For this is the wonderful thing, Brothers and Sisters, that everything, really everything, that separates a man from Jesus, somehow makes a man sad. Because it is really true, whether we want it or not, whether we believe it or not, that Jesus is Life. Jesus is the fullness of joy. As it is written in a Word, "Thou hast fullness of joy". So anything, really anything, that is so precious to a person that they don't want to put it in the hands of Jesus, will sooner or later make their life miserable. It has just come out that this rich young man in the Bible had an idol for his wealth. Do you know what an idol is? Everything in a man's life that he holds on to so tightly that he refuses to give it up can become an idol. What fills his heart, occupies his soul, his thoughts, his emotions. That which fills your life to the brim. This is the idol! And the idol always makes you sad! And are you not sad because something in your life has become an idol? Perhaps it is an old memory that is so engraved in your life that everywhere you look you see it? Or maybe a big disappointment? In people, in a world that still haunts you so much that you can't get over it? Or maybe the pain of your life not turning out the way you once imagined? Or maybe it's a dear dead one that God has already taken, but you haven't given it back and still refuse to let go? Or maybe a sin that has overtaken you, or maybe a dream that never wanted to come true? Because it can all be an idol and an idol always makes you sad!
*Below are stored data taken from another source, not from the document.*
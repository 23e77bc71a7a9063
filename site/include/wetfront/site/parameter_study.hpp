// The two parameter studies of a site: a sweep over many parameter sets, and a calibration
// with the uncertainty of recharge that follows from it.
#pragma once

#include <cstdint>
#include <functional>
#include <string>
#include <vector>

#include "wetfront/site/parameter_runs.hpp"
#include "wetfront/studies/parameter_calibration.hpp"
#include "wetfront/studies/parameter_uncertainty.hpp"

namespace wetfront::site {

// Called after each model run with the runs done and the runs planned (planned may be an upper
// bound for a calibration).
using StudyProgress = std::function<void(std::size_t done, std::size_t planned)>;

struct SweepSettings {
  bool full_grid = false;  // else a Latin hypercube sample
  std::size_t sample_size = 50;
  std::uint64_t seed = 1;
  unsigned threads = 0;  // 0: all cores
  std::size_t max_grid_sets = 10000;
  studies::TaskRunner* runner = nullptr;  // runs the sets instead of the threads (tasks of SeasonModel::handler)
};

struct SweepResult {
  std::string method;                // "full grid" or "Latin hypercube sample (seed N)"
  std::vector<ScoredRun> runs;       // in the order the sets were made
  std::vector<std::size_t> ranking;  // run indices, best objective first, failed runs last
};

// Throws base::InputError for a study without adjustable parameters or a grid too large.
SweepResult run_sweep(const SeasonModel& model, const SweepSettings& settings, const StudyProgress& progress = {});

struct CalibrationSettings {
  studies::CalibrationOptions options;
  unsigned threads = 0;
  std::size_t band_runs = 40;  // parameter sets drawn for the sampled band; 0: none
  std::uint64_t seed = 1;
  studies::TaskRunner* runner = nullptr;  // runs the sets instead of the threads (tasks of SeasonModel::handler)
};

// Percentiles of an output over the sampled runs: the central 95 %, like the first-order
// interval beside it, and the median.
struct SampledBand {
  double low = 0, median = 0, high = 0;  // 2.5, 50 and 97.5 %
};

struct CalibrationStudy {
  studies::CalibrationResult fit;
  ScoredRun before;  // the run at the starting values
  ScoredRun after;   // the run at the calibrated values
  // Season recharge first, then one per visit interval. Empty without a covariance.
  std::vector<studies::FirstOrderInterval> first_order;
  std::vector<SampledBand> band;  // same order; empty when no band was run
  std::size_t band_runs_complete = 0;
  std::size_t band_runs_failed = 0;
  std::string band_note;  // why there is no band, if there is none
};

// Throws base::InputError for a study without adjustable parameters or one the model
// fails at the start of; std::runtime_error when differences cannot be taken.
CalibrationStudy run_calibration(const SeasonModel& model, const CalibrationSettings& settings,
                                 const StudyProgress& progress = {});

}  // namespace wetfront::site
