#include <fmt/format.h>

#include <cmath>
#include <stdexcept>

#include "field_checks_io.hpp"
#include "wetfront/profiles/run_file.hpp"
#include "wetfront/profiles/time_axis.hpp"

namespace wetfront::profiles {

namespace {

void require(bool condition, const std::string& message) {
  if (!condition) throw std::invalid_argument(message);
}

void require_increasing(const std::vector<double>& values, std::string_view what) {
  for (std::size_t i = 0; i < values.size(); ++i) {
    require(std::isfinite(values[i]), fmt::format("{} {} is not a finite number", what, i));
    if (i > 0)
      require(values[i] > values[i - 1],
              fmt::format("{} {} ({}) is not greater than {} {} ({})", what, i, values[i], what, i - 1, values[i - 1]));
  }
}

void check_snapshot(const solver::ProfileSnapshot& snapshot, std::size_t index, std::size_t cells) {
  const auto require_size = [&](const std::vector<double>& values, std::size_t expected, std::string_view field) {
    require(values.size() == expected, fmt::format("profile {} (day {}): {} has {} values, expected {}", index,
                                                   snapshot.time_days, field, values.size(), expected));
  };
  require_size(snapshot.head_cm, cells, "head_cm");
  require_size(snapshot.water_content, cells, "water_content");
  require_size(snapshot.conductivity_cm_per_d, cells, "conductivity_cm_per_d");
  require_size(snapshot.sink_rate_per_day, cells, "sink_rate_per_day");
  require_size(snapshot.face_flux_cm_per_d, cells + 1, "face_flux_cm_per_d");
}

void check_run(const solver::ColumnRun& run, std::size_t planes) {
  const std::size_t cells = run.cell_depths_cm.size();
  require(cells > 0, "the run has no cells (cell_depths_cm is empty)");
  require(run.face_depths_cm.size() == cells + 1,
          fmt::format("the run has {} cells but {} faces, expected {}", cells, run.face_depths_cm.size(), cells + 1));
  require_increasing(run.cell_depths_cm, "cell depth");
  require_increasing(run.face_depths_cm, "face depth");
  // The profiles are kept at the output times of the balance rows, or were written to the file
  // as the run went (RunFileStream) and are not kept at all.
  std::vector<double> times;
  for (std::size_t i = 0; i < run.profiles.size(); ++i) {
    check_snapshot(run.profiles[i], i, cells);
    times.push_back(run.profiles[i].time_days);
  }
  require_increasing(times, "output time of profile");
  require(run.profiles.empty() || run.balances.size() == run.profiles.size(),
          fmt::format("the run has {} profiles but {} balance rows; both are kept at the same output times",
                      run.profiles.size(), run.balances.size()));
  if (run.profiles.empty()) {
    for (const solver::CumulativeBalance& row : run.balances) times.push_back(row.time_days);
    require_increasing(times, "output time of balance row");
  }
  for (std::size_t i = 0; i < run.balances.size(); ++i) {
    const solver::CumulativeBalance& row = run.balances[i];
    require(row.time_days == times[i],
            fmt::format("balance row {} is at day {} but profile {} is at day {}", i, row.time_days, i, times[i]));
    require(row.plane_flux_cm.size() == planes,
            fmt::format("balance row {} (day {}) has {} flux plane values but the record lists {} flux plane depths", i,
                        row.time_days, row.plane_flux_cm.size(), planes));
  }
  require(!(run.complete && run.failure), "the run is marked complete but carries a failure");
}

}  // namespace

void check_record(const RunRecord& record) {
  days_since_units(record.run_start_date);
  check_run(record.run, record.flux_plane_depths_cm.size());
  for (std::size_t i = 0; i < record.flux_plane_depths_cm.size(); ++i)
    require(std::isfinite(record.flux_plane_depths_cm[i]), fmt::format("flux plane depth {} is not finite", i));
  for (std::size_t i = 0; i < record.layers.size(); ++i) {
    const LayerDescription& layer = record.layers[i];
    require(layer.top_depth_cm < layer.bottom_depth_cm,
            fmt::format("layer {} ('{}'): top {} cm is not above bottom {} cm", i, layer.name, layer.top_depth_cm,
                        layer.bottom_depth_cm));
  }
  for (std::size_t i = 0; i < record.sensors.size(); ++i) {
    const Sensor& sensor = record.sensors[i];
    require(!sensor.name.empty(), fmt::format("sensor {} (at {} cm) has no name", i, sensor.depth_cm));
    require(std::isfinite(sensor.depth_cm) && sensor.depth_cm >= 0,
            fmt::format("sensor {} ('{}'): depth {} cm is not at or below the soil surface", i, sensor.name,
                        sensor.depth_cm));
  }
  for (std::size_t i = 0; i < record.forcing.size(); ++i) {
    const ForcingInterval& interval = record.forcing[i];
    require(interval.start_day < interval.end_day,
            fmt::format("forcing interval {}: start day {} is not before end day {}", i, interval.start_day,
                        interval.end_day));
  }
  require_increasing(record.visit_days, "visit day");
  for (std::size_t i = 0; i < record.visit_balance.size(); ++i)
    require(record.visit_balance[i].plane_flux_cm.size() == record.flux_plane_depths_cm.size(),
            fmt::format("visit balance row {} has {} flux plane values but the record lists {} flux plane depths", i,
                        record.visit_balance[i].plane_flux_cm.size(), record.flux_plane_depths_cm.size()));
  check_field_checks(record);
}

}  // namespace wetfront::profiles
Do you not sense, Brothers and Sisters, that such sadness is actually the sadness of our own selfish heart. It exposes what is in the heart. For it is very true that there is no better way to know the inside of a man than by what he is grieving over. What is it that makes him sad? In the case of the rich young man, it is in his sadness that what has been in his heart is brought out, somehow disguised. Deep inside. His idol is now unmasked. Until now he himself had not known. He had hoped to follow Jesus and his own selfish heart. And then now he realizes that he can't. You can't do it that way. That's why we read about him, "He would go away thirsty!" This is actually the sadness of unsatisfied selfishness. Observe your sorrows: it is almost always such selfish sorrow that grips your soul. Which is nothing but self-pity. The lack of fulfillment of your own ideas.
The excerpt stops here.